Here is an idea: basically you would sort the price into buckets of 10, each price as the key in the array, the value is a count of how many products are at the given price point:
From the result, you can use reset and end to get the min/max of each bucket
Kinda brute force, but might be useful...
按照我的评论思路,这是一个想法:
我假设您有一组产品,每个产品都标有价格和销量估计值(占总销售额的百分比)。首先,按价格对所有产品进行排序。接下来开始拆分:遍历有序列表,累加销量。每次达到大约 25% 时,就从那里削减。如果这样做 3 次,将导致 4 个子集具有不相交的价格范围和相似的销量。
Here is an idea, following the line of thought of my comment:
I assume you have a set of products, each of them tagged by a price and a sales volume estimate (as a percent from the total sales). First, sort all products by their price. Next, start splitting: traverse the ordered list, and accumulate sales volume. Each time you reach about 25%, cut there. If you do so 3 times, it will result in 4 subsets having disjoint price ranges, and a similar sales volume.
您到底想要什么作为最终结果(您能给我们一个分组示例)吗?如果您的唯一目标是让所有群体拥有大量足够重要的产品,那么,即使您想出了适用于当前数据集的完美算法,也不意味着它适用于明天的数据集。根据您需要的组集数量,我将简单地创建适合您需求的任意组,而不是使用算法。前任。 (1 美元 - 25 美元、25-100 美元、100 美元以上)。从消费者的角度来看,我的头脑自然地将产品分为 3 个不同的价格类别(廉价、中档和昂贵)。

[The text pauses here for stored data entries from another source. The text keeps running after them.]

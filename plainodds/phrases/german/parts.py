"""Parts of German sentences that every answer needs: who is spoken of, and cautions."""

from __future__ import annotations

from collections.abc import Iterable

from plainodds.answers.curve import Others
from plainodds.answers.drawn import Sampling
from plainodds.answers.estimate import Estimate
from plainodds.answers.where import Mask, Where
from plainodds.model.predictors import OutcomeFacts, Stakes, Subject
from plainodds.phrases.averaged import values_chosen
from plainodds.phrases.german.language import GERMAN
from plainodds.phrases.held import stated_and_typical
from plainodds.phrases.numbers import count, guarded_count, level_figures, quantity
from plainodds.phrases.parts import BEYOND_SAYING, RARE, counted_rows, profile_words
from plainodds.phrases.sentences import sentence
from plainodds.phrases.units import tidy
from plainodds.values import Pairs

__all__ = [
    "EVERYTHING",
    "ODDS_MEANING",
    "ROUNDED_APART",
    "among",
    "association",
    "beyond_saying",
    "case",
    "cases",
    "chance",
    "covariance",
    "drawn_method",
    "drawn_sentences",
    "event",
    "handed_on",
    "held_sentences",
    "held_whom",
    "kept_sentence",
    "level_intervals",
    "model_cautions",
    "odds_ratio_cautions",
    "odds_ratio_reading",
    "whom",
]

EVERYTHING = 1_000_000
ODDS_MEANING = (
    "Chance (Odds) heißt hier: die Wahrscheinlichkeit des Ereignisses geteilt durch die seines "
    "Ausbleibens; das ist nicht die Wahrscheinlichkeit selbst"
)
ROUNDED_APART = (
    "Jede Zahl ist für sich gerundet, sodass Anzahlen um eins von ihrer Differenz abweichen können"
)
_COVARIANCE = {
    "nonrobust": "der modellbasierten Kovarianzmatrix",
    "cluster": "einer clusterrobusten Kovarianzmatrix",
    "robust": "einer robusten Kovarianzmatrix (Sandwich)",
    "naive": "der modellbasierten (naiven) Kovarianzmatrix",
    "bias_reduced": "einer robusten Kovarianzmatrix mit verringerter Verzerrung",
    "fixed scale": "der modellbasierten Kovarianzmatrix mit festgehaltener Skala",
    "hac-groupsum": "einer gegen Autokorrelation zwischen Gruppen robusten Kovarianzmatrix (HAC)",
    "hac-panel": "einer gegen Autokorrelation innerhalb von Panels robusten Kovarianzmatrix (HAC)",
    "HAC": "einer gegen Heteroskedastizität und Autokorrelation robusten Kovarianzmatrix (HAC)",
}
_DECISIONS: dict[Stakes, str] = {
    "health": (
        "Über die Behandlung eines Menschen entscheiden zugelassene Fachleute gemeinsam mit der "
        "betroffenen Person und nach den Regeln, die vor Ort gelten; diese Zahlen können dabei "
        "helfen, aber nichts davon ersetzen."
    ),
    "safety": (
        "Was geprüft, instand gesetzt oder stillgelegt werden muss, bestimmen die Normen und die "
        "verantwortlichen zugelassenen Fachleute vor Ort; eine niedrige Wahrscheinlichkeit ist "
        "keine Freigabe."
    ),
    "money": (
        "Entscheidungen über Kredite, Versicherungen oder Preise sind an das Recht gebunden, das "
        "vor Ort gilt, auch darin, welche Merkmale überhaupt verwendet werden dürfen; diese Zahlen "
        "sind keine Beratung."
    ),
    "rights": (
        "Entscheidungen über Freiheit, Arbeit, Bildung oder Sozialleistungen eines Menschen sind "
        "an das Recht gebunden, das vor Ort gilt, und die betroffene Person muss gehört werden; "
        "diese Zahlen können nicht entscheiden."
    ),
}


def event(outcome: OutcomeFacts) -> str:
    """The event in quotation marks, so that it need not be inflected."""
    return f"„{tidy(outcome.event)}“"


def chance(outcome: OutcomeFacts, *, averaged: bool = False) -> str:
    """What is spoken of: "die mittlere Wahrscheinlichkeit für „burst this winter“"."""
    return f"die {'mittlere ' if averaged else ''}Wahrscheinlichkeit für {event(outcome)}"


def case(outcome: OutcomeFacts, noun: str = "Fall") -> str:
    """One row, with what the analyst calls it in brackets: "Fall (pipe)"."""
    told = tidy(outcome.case)
    return noun if told == "case" else f"{noun} ({told})"


def cases(outcome: OutcomeFacts, noun: str = "Fälle") -> str:
    """Many rows, with what the analyst calls them in brackets: "Fälle (pipes)"."""
    told = tidy(outcome.cases)
    return noun if told == "cases" else f"{noun} ({told})"


def whom(
    subject: Subject, chosen: Pairs, *, whole: bool, article: str = "einen", at_most: int = 8
) -> str:
    """Whom stated values describe: "einen Fall (pipe) mit age = 40 und sonst typischen Werten".

    `whole` where no other predictor is left; the article says the case.
    """
    outcome = subject.outcome
    if not chosen:
        return f"{article} typischen {case(outcome)}"
    text = f"{article} {case(outcome)} mit {profile_words(subject, chosen, at_most=at_most)}"
    return text if whole else f"{text} und sonst typischen Werten"


def held_whom(subject: Subject, held: Pairs, others: Others, article: str = "einen") -> str:
    """Whom a held profile describes."""
    stated, _ = stated_and_typical(held, others)
    return whom(subject, stated, whole=len(stated) == len(held), article=article)


def held_sentences(subject: Subject, held: Pairs, others: Others, *, at_most: int = 8) -> list[str]:
    """At which values predictors are held, those stated before those typical."""
    stated, typical = stated_and_typical(held, others)
    told = []
    if stated:
        values = profile_words(subject, stated, at_most=at_most)
        told.append(f"Wie angegeben festgehalten: {values}")
    if typical:
        values = profile_words(subject, typical, at_most=at_most)
        if len(typical) == 1:
            told.append(f"Das übrige Merkmal steht auf seinem typischen Wert: {values}")
        else:
            told.append(f"Die übrigen Merkmale stehen auf ihren typischen Werten: {values}")
    return told


def kept_sentence(subject: Subject, averaged: str, rows: str) -> str:
    """That nothing else is held, and over which rows what is averaged."""
    return (
        f"Jeder {case(subject.outcome)} behält seine eigenen Werte der übrigen Merkmale; "
        f"gemittelt werden {averaged} über {rows}"
    )


def among(subject: Subject, where: Where, counted: int) -> str:
    """Whom an average is about, in the dative: "Fällen (pipes) wie denen in den Daten"."""
    many = cases(subject.outcome, "Fällen")
    if isinstance(where, Mask):
        rows = counted_rows(counted, guarded_count(counted, subject.smallest_cell))
        return f"den ausgewählten {many}, {rows},"
    if not where:
        return f"{many} wie denen in den Daten"
    return f"{many} mit {values_chosen(subject, where)}"


def drawn_sentences(subject: Subject, sample: Sampling, estimate: Estimate) -> list[str]:
    """That an interval counts the rows' having been drawn; empty where it does not."""
    if sample == "fixed" or estimate.lower is None:
        return []
    return [
        "Die Intervalle berücksichtigen auch, dass diese Zeilen aus einer größeren Zahl von "
        f"{cases(subject.outcome, 'Fällen')} gezogen sind"
    ]


def drawn_method(sample: Sampling) -> str:
    """How the rows' having been drawn comes into the variance, to end a sentence on method."""
    if sample == "fixed":
        return "; die Zeilen gelten als fest (das Intervall spricht von genau diesen Zeilen)"
    return (
        "; die Zeilen gelten als gezogen aus einer größeren Grundgesamtheit: zur Varianz aus den "
        "Koeffizienten kommt die Summe, über die Zeilen, der quadrierten Anteile einer Zeile am "
        "Mittel (geteilt durch die Zahl der Fälle, für die sie steht) mal dem quadrierten Abstand "
        "ihres eigenen Werts vom Mittel"
    )


def level_intervals(level: float) -> str:
    """As in "95-%-Intervalle"."""
    return f"{level_figures(level)}-%-Intervalle"


def covariance(subject: Subject) -> str:
    """The covariance that the intervals rest on, in the dative."""
    kind = tidy(subject.covariance_kind)
    if kind.upper().startswith("HC") and kind[2:].isdigit():
        return f"einer gegen Heteroskedastizität robusten Kovarianzmatrix ({kind.upper()})"
    return _COVARIANCE.get(kind, f"der Kovarianzmatrix der Art „{kind}“")


def association(subject: Subject) -> str:
    """Whether the figures speak of what goes together, or of what follows from what."""
    if subject.setting.causal:
        return (
            "Auf Wort der auswertenden Person werden die Zahlen als Wirkungen gelesen; ihre "
            f"Begründung: „{subject.setting.reason.rstrip('.')}“. Das Modell selbst kann eine "
            "Wirkung nicht von einem Zusammenhang unterscheiden."
        )
    return (
        "Diese Zahlen sagen, was in den Daten miteinander einhergeht; sie sagen nicht, was folgen "
        "würde, wenn ein Wert mit Absicht geändert würde."
    )


def beyond_saying(found: str) -> str:
    """What an odds ratio that is so far from 1 mostly means; `found` says where it is."""
    return (
        f"Ein Chancenverhältnis (Odds Ratio) unter {quantity(1 / BEYOND_SAYING)} oder über "
        f"{count(BEYOND_SAYING)}, wie {found}, heißt meist, dass die Merkmale in diesen Daten das "
        "Ergebnis ausnahmslos festlegen oder dass die gemeinte Änderung viel zu groß ist."
    )


def odds_ratio_reading(where: str) -> str:
    """That an odds ratio is no ratio of chances; `where` says when the two differ."""
    return (
        "Ein Chancenverhältnis (Odds Ratio) ist kein Verhältnis von Wahrscheinlichkeiten: "
        f"{where} liegt es weiter von 1 entfernt als das Verhältnis der Wahrscheinlichkeiten"
    )


def odds_ratio_cautions(chances: Iterable[float]) -> tuple[str, ...]:
    """The same, where these chances are common."""
    if not any(each > RARE for each in chances):
        return ()
    percent = quantity(100 * RARE, "%")
    return (odds_ratio_reading(f"wo Wahrscheinlichkeiten, wie hier, über etwa {percent} liegen,"),)


def handed_on(text: str) -> str:
    """A text about the fit, which is English."""
    return f"Hinweis (englisch): {sentence(text)}"


@GERMAN.model_cautions.register
def model_cautions(subject: Subject, *, offset_held: bool = True) -> tuple[str, ...]:
    """What holds for every answer of this fitted model.

    `offset_held` is false where each row keeps its own offset.
    """
    cautions = []
    if subject.no_interval:
        cautions.append("Hier lassen sich keine Intervalle angeben.")
        cautions.append(handed_on(subject.no_interval))
    if subject.offset is not None:
        held = f"hier ist er festgehalten auf {quantity(subject.offset)}"
        if not offset_held:
            held = "hier behält jede Zeile ihren eigenen"
        cautions.append(f"Das Modell hat einen Offset, einen als bekannt gesetzten Betrag; {held}.")
    cautions += _sampling(subject)
    cautions += map(handed_on, subject.notices)
    return (*cautions, *_stakes(subject.outcome))


def _sampling(subject: Subject) -> list[str]:
    chosen = "Die Stichprobe wurde nach dem Ergebnis gezogen (Fall-Kontroll-Stichprobe)"
    if subject.prevalence is not None:
        share = quantity(100 * subject.prevalence, "%")
        return [
            f"{chosen}; deshalb ist jede Wahrscheinlichkeit auf einen angegebenen Anteil mit "
            f"{event(subject.outcome)} in der Grundgesamtheit von {share} umgerechnet, und "
            "Mittelwerte sind danach gewichtet; Chancenverhältnisse (Odds Ratios) an gegebenen "
            "Werten brauchen keine Umrechnung."
        ]
    if subject.sampling == "case-control":
        return [
            f"{chosen}; sie gibt daher Chancenverhältnisse (Odds Ratios) her, aber keine "
            "Wahrscheinlichkeiten."
        ]
    return []


def _stakes(outcome: OutcomeFacts) -> tuple[str, ...]:
    """What must be said of groups and individuals, and of who decides; empty without stakes."""
    if outcome.stakes is None:
        return ()
    return (
        f"Eine Wahrscheinlichkeit spricht von vielen gleichartigen {cases(outcome, 'Fällen')}: wie "
        f"viele von ihnen, nie welche. Für einen einzelnen {case(outcome)} kann vieles zählen, was "
        "das Modell nicht kennt.",
        _DECISIONS[outcome.stakes],
    )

What exactly are you looking for as your end result (could you give us an example grouping)? If your only goal is for all groups to have a significant number of important enough products, then, even if you come up with the perfect algorithm that works for your current data set that does not mean it will work with tomorrow's dataset. Depending on the number of sets of groups you need I would simply make arbitrary groups that fit your needs instead of using an algorithm. Ex. ($1 - $25, $25-100, $100+). From a consumer's perspective my mind naturally distributes products into 3 difference price categories (cheap, midrange and expensive).
我觉得你想太多了。
如果您了解您的产品,并且喜欢细粒度的结果,我会简单地对这些价格范围进行硬编码。
如果您认为 1 到 10 美元对您所销售的产品有意义,请将其放入,您不需要算法。只需进行检查,以便仅显示有结果的范围。
如果你不了解你的产品,我会按照价格对所有产品进行排序,并将其分为 4 组,产品数量相等。
I think you're thinking too much.
If you know your products, and you like fine grained results, I would simply hard code those price ranges.
If you think $1 to $10 makes sense for what you are selling, put it in, you don't need an algorithm. Just do a check so that you only show ranges that have results.
If you don't know your products, I would just sort all the products by price, and divide it into 4 groups of equal number of products.